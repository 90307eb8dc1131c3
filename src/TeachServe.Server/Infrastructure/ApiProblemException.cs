namespace TeachServe.Server.Infrastructure;

/// <summary>
/// A client error thrown from deep in a request; the exception handler writes it with <see cref="Problems"/>. Operations
/// return their problems instead (<see cref="Outcome{T}"/>); this remains for the request paths not yet converted.
/// </summary>
public sealed class ApiProblemException(int status, string title, string detail) : Exception(detail)
{
    public int Status { get; } = status;
    public string Title { get; } = title;
    public IDictionary<string, object?> Extensions { get; } = new Dictionary<string, object?>();

    public static ApiProblemException NotFound(string detail) => Of(StatusCodes.Status404NotFound, detail);
    public static ApiProblemException Conflict(string detail) => Of(StatusCodes.Status409Conflict, detail);
    public static ApiProblemException BadRequest(string detail) => Of(StatusCodes.Status400BadRequest, detail);
    public static ApiProblemException Unprocessable(string detail) => Of(StatusCodes.Status422UnprocessableEntity, detail);
    public static ApiProblemException TooLarge(string detail) => Of(StatusCodes.Status413PayloadTooLarge, detail);

    public ApiProblemException With(string key, object? value)
    {
        Extensions[key] = value;
        return this;
    }

    private static ApiProblemException Of(int status, string detail) => new(status, Problems.TitleFor(status), detail);
}
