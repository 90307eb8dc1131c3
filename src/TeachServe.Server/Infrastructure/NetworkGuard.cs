using System.Net;
using System.Net.Sockets;

namespace TeachServe.Server.Infrastructure;

/// <summary>
/// Outgoing HTTP to addresses owners choose (item images, webhooks) without server-side request forgery: the
/// check runs when the connection is made (<see cref="SocketsHttpHandler.ConnectCallback"/>): the host is resolved,
/// every address it resolves to is checked, and the socket connects to a checked address, so a name that resolves
/// to a public address for one lookup and a private one for the next (DNS rebinding) cannot pass. No redirects, no
/// proxy (a proxy would make the connection for us, unchecked), no cookies.
/// </summary>
public static class NetworkGuard
{
    /// <param name="allowPrivateNetworks">Also connect to loopback, private and link-local addresses (single-host and test setups).</param>
    public static SocketsHttpHandler Handler(bool allowPrivateNetworks, TimeSpan connectTimeout) => new()
    {
        AllowAutoRedirect = false,
        UseProxy = false,
        UseCookies = false,
        AutomaticDecompression = DecompressionMethods.None,
        ConnectTimeout = connectTimeout,
        // Pooled connections were checked when made; a bounded lifetime makes the name be resolved (and checked) again.
        PooledConnectionLifetime = TimeSpan.FromMinutes(2),
        ConnectCallback = (context, ct) => ConnectAsync(context.DnsEndPoint, allowPrivateNetworks, ct),
    };

    public static async ValueTask<Stream> ConnectAsync(DnsEndPoint endPoint, bool allowPrivateNetworks, CancellationToken ct)
    {
        var host = endPoint.Host.Trim('[', ']');
        var addresses = IPAddress.TryParse(host, out var literal) ? [literal] : await Dns.GetHostAddressesAsync(host, ct);
        if (addresses.Length == 0) throw new SocketException((int)SocketError.HostNotFound);
        if (!allowPrivateNetworks && addresses.FirstOrDefault(a => !IsPublic(a)) is { } refused)
            throw new RefusedAddressException(host, refused);

        SocketException? last = null;
        foreach (var address in addresses)
        {
            var socket = new Socket(address.AddressFamily, SocketType.Stream, ProtocolType.Tcp) { NoDelay = true };
            try
            {
                await socket.ConnectAsync(new IPEndPoint(address, endPoint.Port), ct);
                return new NetworkStream(socket, ownsSocket: true);
            }
            catch (SocketException e)
            {
                socket.Dispose();
                last = e;
            }
            catch
            {
                socket.Dispose();
                throw;
            }
        }
        throw last!;
    }

    /// <summary>
    /// False for addresses that reach this host or its private networks: unspecified, loopback, private (RFC 1918),
    /// shared (RFC 6598), link-local (169.254/16, fe80::/10), unique-local (fc00::/7), multicast, reserved and
    /// broadcast; IPv4 inside IPv6 (mapped, compatible, NAT64 64:ff9b::/96, 6to4 2002::/16) is judged as the IPv4
    /// address it carries. Ranges from the IANA special-purpose address registries (RFC 6890), from memory.
    /// </summary>
    public static bool IsPublic(IPAddress address)
    {
        if (address.AddressFamily == AddressFamily.InterNetworkV6)
        {
            if (address.IsIPv4MappedToIPv6) return IsPublic(address.MapToIPv4());
            var b = address.GetAddressBytes();
            if (b.Take(12).All(x => x == 0)) return b[12] != 0 && IsPublic(new IPAddress(b[12..16])); // ::, ::1 and IPv4-compatible
            if (b[0] == 0x00 && b[1] == 0x64 && b[2] == 0xff && b[3] == 0x9b && b.Skip(4).Take(8).All(x => x == 0))
                return IsPublic(new IPAddress(b[12..16]));                                     // NAT64 64:ff9b::/96
            if (b[0] == 0x20 && b[1] == 0x02) return IsPublic(new IPAddress(b[2..6]));        // 6to4 2002::/16
            if ((b[0] & 0xfe) == 0xfc) return false;                                          // unique-local fc00::/7
            if (b[0] == 0xfe && (b[1] & 0xc0) is 0x80 or 0xc0) return false;                  // link-local fe80::/10, site-local fec0::/10
            if (b[0] == 0xff) return false;                                                   // multicast
            return true;
        }

        var v4 = address.GetAddressBytes();
        return v4[0] switch
        {
            0 or 10 or 127 => false,                                     // "this network", private, loopback
            100 when (v4[1] & 0xc0) == 64 => false,                      // shared address space 100.64/10
            169 when v4[1] == 254 => false,                              // link-local (cloud metadata lives here)
            172 when (v4[1] & 0xf0) == 16 => false,                      // private 172.16/12
            192 when v4[1] == 168 => false,                              // private 192.168/16
            192 when v4[1] == 0 && v4[2] is 0 or 2 => false,             // IETF protocol assignments, documentation
            198 when (v4[1] & 0xfe) == 18 => false,                      // benchmarking 198.18/15
            >= 224 => false,                                             // multicast, reserved, broadcast
            _ => true,
        };
    }
}

/// <summary>The guard refused to connect: the host resolved to an address on a private network (or this host).</summary>
public sealed class RefusedAddressException(string host, IPAddress address)
    : IOException($"'{host}' resolves to {address}, which is not a public address.")
{
    public string Host { get; } = host;

    /// <summary>The refusal behind an HTTP client's exception, if that is what it was.</summary>
    public static RefusedAddressException? In(Exception e)
    {
        for (Exception? inner = e; inner is not null; inner = inner.InnerException)
        {
            if (inner is RefusedAddressException refused) return refused;
        }
        return null;
    }
}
::::
[Requirement] Look above for the line with "foreach (var address in addresses)"; retype exactly that line, every line after it up to the line with "var b = address.GetAddressBytes();", and that line too, nothing else.

[Response to the exercise]
        foreach (var address in addresses)
        {
            var socket = new Socket(address.AddressFamily, SocketType.Stream, ProtocolType.Tcp) { NoDelay = true };
            try
            {
                await socket.ConnectAsync(new IPEndPoint(address, endPoint.Port), ct);
                return new NetworkStream(socket, ownsSocket: true);
            }
            catch (SocketException e)
            {
                socket.Dispose();
                last = e;
            }
            catch
            {
                socket.Dispose();
                throw;
            }
        }
        throw last!;
    }

    /// <summary>
    /// False for addresses that reach this host or its private networks: unspecified, loopback, private (RFC 1918),
    /// shared (RFC 6598), link-local (169.254/16, fe80::/10), unique-local (fc00::/7), multicast, reserved and
    /// broadcast; IPv4 inside IPv6 (mapped, compatible, NAT64 64:ff9b::/96, 6to4 2002::/16) is judged as the IPv4
    /// address it carries. Ranges from the IANA special-purpose address registries (RFC 6890), from memory.
    /// </summary>
    public static bool IsPublic(IPAddress address)
    {
        if (address.AddressFamily == AddressFamily.InterNetworkV6)
        {
            if (address.IsIPv4MappedToIPv6) return IsPublic(address.MapToIPv4());
            var b = address.GetAddressBytes();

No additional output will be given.